BEGIN Records to use
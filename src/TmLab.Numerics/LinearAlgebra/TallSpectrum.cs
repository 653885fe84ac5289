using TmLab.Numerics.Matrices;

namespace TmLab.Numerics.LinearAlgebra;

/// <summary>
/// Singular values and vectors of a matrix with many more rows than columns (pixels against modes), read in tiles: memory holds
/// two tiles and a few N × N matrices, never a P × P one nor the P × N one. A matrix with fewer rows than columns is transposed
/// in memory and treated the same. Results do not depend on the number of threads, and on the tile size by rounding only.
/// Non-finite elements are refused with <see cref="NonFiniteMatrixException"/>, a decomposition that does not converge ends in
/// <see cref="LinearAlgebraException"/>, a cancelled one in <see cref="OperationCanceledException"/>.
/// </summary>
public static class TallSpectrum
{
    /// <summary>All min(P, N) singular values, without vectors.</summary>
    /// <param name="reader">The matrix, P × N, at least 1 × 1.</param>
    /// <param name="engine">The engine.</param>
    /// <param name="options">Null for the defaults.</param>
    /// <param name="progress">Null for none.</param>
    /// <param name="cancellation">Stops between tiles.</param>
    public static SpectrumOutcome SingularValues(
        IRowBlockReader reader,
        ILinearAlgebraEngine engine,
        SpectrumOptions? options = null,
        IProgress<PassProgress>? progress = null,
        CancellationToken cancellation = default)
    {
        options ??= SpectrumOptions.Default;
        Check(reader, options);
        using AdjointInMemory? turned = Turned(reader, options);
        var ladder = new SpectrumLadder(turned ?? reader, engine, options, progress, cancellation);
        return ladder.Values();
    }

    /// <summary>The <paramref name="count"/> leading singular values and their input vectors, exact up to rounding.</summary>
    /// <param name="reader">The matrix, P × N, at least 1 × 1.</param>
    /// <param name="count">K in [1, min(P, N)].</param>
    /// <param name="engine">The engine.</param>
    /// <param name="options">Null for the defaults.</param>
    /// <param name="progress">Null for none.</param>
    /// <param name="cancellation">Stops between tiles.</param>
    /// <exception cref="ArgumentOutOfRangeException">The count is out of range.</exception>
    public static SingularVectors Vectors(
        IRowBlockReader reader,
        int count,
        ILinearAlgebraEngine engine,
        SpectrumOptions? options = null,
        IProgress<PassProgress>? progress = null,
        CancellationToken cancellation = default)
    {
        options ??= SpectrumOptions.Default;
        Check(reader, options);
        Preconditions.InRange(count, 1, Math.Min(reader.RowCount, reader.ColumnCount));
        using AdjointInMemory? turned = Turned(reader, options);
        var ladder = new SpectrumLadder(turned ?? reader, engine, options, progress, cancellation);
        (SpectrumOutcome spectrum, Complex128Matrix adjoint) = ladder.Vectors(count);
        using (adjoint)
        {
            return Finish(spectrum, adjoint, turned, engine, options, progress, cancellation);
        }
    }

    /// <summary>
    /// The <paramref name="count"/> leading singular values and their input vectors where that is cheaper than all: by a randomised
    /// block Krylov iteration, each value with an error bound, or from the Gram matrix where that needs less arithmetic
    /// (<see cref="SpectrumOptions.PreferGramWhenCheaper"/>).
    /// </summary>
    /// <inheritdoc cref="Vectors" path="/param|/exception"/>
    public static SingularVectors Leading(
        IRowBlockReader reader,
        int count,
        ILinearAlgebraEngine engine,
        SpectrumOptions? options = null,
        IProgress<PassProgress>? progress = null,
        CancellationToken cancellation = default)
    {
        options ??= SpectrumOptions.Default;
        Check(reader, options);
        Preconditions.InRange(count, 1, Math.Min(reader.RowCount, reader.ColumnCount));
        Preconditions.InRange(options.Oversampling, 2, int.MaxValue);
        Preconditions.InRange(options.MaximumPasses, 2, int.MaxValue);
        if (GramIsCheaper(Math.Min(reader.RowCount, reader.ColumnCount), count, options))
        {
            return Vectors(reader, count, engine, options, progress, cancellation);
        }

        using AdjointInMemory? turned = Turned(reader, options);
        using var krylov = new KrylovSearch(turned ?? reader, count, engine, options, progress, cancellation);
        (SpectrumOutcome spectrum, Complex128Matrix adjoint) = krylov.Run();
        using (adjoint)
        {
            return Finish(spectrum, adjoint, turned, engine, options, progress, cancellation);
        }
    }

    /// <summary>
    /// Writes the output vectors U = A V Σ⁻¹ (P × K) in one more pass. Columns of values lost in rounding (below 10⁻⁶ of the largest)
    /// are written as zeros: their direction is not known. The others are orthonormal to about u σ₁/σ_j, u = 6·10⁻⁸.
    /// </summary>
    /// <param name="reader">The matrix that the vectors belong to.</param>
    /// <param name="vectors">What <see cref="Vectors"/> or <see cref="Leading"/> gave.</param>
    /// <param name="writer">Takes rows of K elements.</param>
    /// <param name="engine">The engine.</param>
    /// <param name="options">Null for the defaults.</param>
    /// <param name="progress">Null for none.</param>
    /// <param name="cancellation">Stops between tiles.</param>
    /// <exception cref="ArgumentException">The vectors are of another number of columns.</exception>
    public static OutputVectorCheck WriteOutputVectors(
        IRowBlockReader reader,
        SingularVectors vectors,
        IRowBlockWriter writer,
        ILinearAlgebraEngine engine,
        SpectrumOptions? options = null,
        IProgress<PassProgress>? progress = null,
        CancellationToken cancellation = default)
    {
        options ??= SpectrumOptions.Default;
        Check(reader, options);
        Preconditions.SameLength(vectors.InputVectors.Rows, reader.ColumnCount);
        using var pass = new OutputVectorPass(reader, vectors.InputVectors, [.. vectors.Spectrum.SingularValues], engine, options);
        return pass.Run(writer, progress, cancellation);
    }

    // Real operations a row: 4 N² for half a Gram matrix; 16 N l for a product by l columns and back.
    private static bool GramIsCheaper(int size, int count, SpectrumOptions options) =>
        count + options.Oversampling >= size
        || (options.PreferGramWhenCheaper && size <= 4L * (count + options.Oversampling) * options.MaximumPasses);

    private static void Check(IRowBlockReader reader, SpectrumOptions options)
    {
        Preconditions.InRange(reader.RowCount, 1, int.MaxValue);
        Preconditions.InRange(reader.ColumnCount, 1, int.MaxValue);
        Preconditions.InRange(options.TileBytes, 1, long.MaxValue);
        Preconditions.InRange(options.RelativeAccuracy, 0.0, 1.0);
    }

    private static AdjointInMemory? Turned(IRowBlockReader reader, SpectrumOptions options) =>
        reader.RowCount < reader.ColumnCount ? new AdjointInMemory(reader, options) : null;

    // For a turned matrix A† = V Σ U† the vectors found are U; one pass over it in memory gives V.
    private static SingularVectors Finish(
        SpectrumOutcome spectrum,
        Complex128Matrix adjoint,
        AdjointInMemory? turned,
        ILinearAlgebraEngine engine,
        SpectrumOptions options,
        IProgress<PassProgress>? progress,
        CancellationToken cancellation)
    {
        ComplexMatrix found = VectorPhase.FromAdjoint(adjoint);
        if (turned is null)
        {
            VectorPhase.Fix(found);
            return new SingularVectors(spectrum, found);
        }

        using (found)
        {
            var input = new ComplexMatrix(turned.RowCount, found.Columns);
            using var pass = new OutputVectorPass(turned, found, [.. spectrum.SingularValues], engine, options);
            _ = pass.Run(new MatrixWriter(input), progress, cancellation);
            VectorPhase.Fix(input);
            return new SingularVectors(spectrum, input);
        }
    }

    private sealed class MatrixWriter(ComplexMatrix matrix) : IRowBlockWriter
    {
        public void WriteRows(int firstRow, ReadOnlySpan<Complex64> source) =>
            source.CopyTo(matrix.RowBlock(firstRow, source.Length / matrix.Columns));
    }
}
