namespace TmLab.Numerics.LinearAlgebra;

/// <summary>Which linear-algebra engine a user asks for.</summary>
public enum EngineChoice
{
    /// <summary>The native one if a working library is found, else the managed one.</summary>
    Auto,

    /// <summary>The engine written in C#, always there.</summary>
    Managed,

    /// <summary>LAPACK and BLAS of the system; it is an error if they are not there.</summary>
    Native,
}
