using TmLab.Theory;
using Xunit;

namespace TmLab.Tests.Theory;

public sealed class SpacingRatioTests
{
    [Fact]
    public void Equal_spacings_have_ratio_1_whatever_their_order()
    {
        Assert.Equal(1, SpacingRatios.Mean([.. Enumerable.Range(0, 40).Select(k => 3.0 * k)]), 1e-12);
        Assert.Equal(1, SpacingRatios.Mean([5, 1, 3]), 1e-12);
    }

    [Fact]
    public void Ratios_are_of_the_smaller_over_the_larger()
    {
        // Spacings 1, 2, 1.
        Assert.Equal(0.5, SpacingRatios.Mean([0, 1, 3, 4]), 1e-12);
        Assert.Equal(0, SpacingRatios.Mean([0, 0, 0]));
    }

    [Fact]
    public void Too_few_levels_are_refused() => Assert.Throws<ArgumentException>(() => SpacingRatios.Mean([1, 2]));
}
END Records to use
BEGIN Records to use
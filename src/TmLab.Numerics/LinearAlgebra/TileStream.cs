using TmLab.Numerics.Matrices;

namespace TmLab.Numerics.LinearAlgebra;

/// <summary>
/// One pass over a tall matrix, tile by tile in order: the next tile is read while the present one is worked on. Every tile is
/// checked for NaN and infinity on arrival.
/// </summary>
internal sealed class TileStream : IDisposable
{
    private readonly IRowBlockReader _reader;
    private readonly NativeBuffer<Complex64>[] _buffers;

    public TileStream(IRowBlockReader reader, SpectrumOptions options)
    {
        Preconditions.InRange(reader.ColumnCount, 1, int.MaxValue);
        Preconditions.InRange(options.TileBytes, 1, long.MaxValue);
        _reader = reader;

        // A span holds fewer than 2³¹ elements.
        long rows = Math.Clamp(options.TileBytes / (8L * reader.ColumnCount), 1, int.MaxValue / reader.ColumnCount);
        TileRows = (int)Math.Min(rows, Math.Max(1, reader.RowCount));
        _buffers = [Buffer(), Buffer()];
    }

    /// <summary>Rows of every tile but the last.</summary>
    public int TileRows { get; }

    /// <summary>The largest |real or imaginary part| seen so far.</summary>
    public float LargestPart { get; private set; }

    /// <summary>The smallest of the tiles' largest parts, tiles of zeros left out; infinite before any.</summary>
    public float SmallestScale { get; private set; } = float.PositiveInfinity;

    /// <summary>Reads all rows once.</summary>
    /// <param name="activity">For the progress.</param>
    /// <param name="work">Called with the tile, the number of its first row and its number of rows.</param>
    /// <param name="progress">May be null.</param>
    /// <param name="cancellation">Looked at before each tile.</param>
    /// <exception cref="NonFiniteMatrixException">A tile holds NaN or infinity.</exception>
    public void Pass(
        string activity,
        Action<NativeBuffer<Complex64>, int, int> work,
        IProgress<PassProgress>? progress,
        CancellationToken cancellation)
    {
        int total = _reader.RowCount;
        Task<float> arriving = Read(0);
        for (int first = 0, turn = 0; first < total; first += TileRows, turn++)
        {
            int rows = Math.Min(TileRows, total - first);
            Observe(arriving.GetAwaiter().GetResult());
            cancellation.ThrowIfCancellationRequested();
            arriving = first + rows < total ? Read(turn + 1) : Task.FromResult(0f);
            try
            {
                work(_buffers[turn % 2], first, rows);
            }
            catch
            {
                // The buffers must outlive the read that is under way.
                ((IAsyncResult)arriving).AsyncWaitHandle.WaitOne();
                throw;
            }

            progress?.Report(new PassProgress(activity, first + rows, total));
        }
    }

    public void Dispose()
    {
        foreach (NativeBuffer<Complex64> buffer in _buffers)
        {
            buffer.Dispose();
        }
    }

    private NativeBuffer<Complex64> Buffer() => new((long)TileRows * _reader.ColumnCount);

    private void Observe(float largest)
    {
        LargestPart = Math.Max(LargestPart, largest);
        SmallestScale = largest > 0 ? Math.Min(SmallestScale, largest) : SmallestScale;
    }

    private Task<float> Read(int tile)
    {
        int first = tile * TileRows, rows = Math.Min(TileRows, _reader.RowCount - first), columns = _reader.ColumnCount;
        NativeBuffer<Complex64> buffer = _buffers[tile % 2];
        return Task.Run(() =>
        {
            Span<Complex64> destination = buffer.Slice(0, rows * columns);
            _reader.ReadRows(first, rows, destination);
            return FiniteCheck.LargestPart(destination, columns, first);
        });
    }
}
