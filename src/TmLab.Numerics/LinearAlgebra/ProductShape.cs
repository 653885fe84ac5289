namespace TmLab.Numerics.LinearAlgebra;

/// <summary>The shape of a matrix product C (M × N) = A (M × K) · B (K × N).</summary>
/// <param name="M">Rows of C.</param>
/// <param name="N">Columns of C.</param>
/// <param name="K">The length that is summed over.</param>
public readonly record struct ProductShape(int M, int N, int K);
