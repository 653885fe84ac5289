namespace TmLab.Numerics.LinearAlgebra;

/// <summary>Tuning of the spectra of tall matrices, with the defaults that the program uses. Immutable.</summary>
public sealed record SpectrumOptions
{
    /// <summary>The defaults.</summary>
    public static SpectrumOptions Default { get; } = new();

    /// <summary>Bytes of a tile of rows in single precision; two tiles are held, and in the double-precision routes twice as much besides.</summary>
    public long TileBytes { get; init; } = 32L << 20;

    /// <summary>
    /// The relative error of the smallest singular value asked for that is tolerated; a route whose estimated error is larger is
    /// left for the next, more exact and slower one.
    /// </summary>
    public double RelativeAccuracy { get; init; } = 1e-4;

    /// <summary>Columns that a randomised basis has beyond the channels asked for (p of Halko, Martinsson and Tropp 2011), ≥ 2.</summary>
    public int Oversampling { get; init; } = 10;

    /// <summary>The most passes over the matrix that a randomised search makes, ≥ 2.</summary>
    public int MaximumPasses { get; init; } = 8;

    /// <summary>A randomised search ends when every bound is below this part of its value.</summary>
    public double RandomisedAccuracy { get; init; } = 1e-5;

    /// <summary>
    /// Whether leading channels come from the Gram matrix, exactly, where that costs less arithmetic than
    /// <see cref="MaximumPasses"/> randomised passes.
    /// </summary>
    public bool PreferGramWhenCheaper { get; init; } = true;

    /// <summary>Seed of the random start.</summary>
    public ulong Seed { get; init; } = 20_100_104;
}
END Records to use
BEGIN Records to use
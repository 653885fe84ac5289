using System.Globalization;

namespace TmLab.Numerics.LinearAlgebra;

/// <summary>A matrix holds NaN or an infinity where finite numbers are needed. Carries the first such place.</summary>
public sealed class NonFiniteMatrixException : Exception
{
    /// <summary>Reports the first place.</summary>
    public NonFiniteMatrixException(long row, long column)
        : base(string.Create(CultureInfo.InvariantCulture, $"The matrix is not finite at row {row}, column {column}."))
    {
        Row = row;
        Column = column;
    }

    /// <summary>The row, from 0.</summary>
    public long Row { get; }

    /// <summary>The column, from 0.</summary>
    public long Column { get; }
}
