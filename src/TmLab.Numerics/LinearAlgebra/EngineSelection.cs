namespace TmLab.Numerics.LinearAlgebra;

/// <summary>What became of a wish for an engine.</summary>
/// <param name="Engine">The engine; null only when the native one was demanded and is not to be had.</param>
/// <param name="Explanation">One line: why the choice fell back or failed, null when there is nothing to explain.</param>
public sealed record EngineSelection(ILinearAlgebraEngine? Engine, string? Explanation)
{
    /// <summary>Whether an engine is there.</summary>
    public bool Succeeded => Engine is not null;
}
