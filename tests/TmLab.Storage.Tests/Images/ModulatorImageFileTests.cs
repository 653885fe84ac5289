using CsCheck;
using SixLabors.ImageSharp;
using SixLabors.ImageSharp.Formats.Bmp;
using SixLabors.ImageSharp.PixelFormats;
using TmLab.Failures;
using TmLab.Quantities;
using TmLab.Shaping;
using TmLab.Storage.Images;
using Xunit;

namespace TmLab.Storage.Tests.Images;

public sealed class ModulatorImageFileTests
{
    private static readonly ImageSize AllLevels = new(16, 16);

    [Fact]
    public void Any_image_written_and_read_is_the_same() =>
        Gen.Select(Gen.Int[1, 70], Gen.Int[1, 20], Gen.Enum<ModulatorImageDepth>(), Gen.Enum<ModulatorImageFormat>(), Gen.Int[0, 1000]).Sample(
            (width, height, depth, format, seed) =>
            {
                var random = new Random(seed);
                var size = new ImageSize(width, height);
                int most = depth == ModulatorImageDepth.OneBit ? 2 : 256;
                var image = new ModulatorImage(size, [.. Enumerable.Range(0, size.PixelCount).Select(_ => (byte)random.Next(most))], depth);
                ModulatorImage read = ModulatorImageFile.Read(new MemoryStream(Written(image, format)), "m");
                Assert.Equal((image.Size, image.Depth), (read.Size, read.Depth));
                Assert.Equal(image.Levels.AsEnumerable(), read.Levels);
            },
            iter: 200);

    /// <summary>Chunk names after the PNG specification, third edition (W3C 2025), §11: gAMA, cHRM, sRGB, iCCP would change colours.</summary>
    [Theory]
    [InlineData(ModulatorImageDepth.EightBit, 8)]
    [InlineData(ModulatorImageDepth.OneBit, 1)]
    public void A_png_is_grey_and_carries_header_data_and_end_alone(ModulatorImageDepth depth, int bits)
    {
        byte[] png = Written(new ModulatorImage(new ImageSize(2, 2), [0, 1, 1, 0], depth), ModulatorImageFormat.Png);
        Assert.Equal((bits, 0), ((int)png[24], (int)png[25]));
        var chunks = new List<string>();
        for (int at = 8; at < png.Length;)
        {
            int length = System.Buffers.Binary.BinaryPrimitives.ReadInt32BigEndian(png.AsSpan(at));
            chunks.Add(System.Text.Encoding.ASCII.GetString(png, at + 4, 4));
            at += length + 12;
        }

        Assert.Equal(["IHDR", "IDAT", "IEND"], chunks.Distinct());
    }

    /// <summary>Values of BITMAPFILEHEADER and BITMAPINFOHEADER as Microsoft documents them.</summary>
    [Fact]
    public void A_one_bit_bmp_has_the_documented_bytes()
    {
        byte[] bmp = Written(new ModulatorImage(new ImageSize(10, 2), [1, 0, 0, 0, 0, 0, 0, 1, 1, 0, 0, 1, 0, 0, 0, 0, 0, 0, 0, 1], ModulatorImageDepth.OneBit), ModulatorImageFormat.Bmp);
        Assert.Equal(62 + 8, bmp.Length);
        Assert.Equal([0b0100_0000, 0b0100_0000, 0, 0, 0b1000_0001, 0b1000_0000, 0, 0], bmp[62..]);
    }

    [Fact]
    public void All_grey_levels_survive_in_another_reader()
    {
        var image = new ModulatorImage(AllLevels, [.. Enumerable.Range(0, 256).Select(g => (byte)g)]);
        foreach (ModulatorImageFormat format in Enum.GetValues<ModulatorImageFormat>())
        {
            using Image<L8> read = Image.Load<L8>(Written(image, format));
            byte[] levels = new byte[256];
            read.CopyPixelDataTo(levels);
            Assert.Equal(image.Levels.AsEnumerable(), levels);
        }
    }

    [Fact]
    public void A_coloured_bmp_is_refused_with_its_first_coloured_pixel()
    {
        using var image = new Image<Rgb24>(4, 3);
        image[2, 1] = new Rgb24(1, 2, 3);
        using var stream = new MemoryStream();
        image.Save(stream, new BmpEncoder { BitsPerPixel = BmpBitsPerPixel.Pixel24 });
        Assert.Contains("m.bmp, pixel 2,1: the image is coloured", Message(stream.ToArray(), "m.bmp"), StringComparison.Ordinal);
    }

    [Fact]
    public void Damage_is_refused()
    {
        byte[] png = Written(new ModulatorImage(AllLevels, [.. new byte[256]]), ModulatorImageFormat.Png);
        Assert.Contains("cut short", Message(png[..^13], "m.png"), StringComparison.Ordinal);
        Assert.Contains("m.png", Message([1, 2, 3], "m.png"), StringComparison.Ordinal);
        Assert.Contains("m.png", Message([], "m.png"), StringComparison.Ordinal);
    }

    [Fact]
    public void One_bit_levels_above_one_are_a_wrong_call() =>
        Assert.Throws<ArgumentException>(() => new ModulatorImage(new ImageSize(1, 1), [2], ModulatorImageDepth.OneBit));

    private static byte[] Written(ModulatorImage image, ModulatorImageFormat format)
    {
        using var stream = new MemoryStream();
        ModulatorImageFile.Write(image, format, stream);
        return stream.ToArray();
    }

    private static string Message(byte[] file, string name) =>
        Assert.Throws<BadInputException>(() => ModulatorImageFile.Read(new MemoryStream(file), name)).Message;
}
END Records to use
**Problem requirements**
Using the listing above, count how many lines contain the word "foreach" and, please, write only that number.

**Worked solution**
2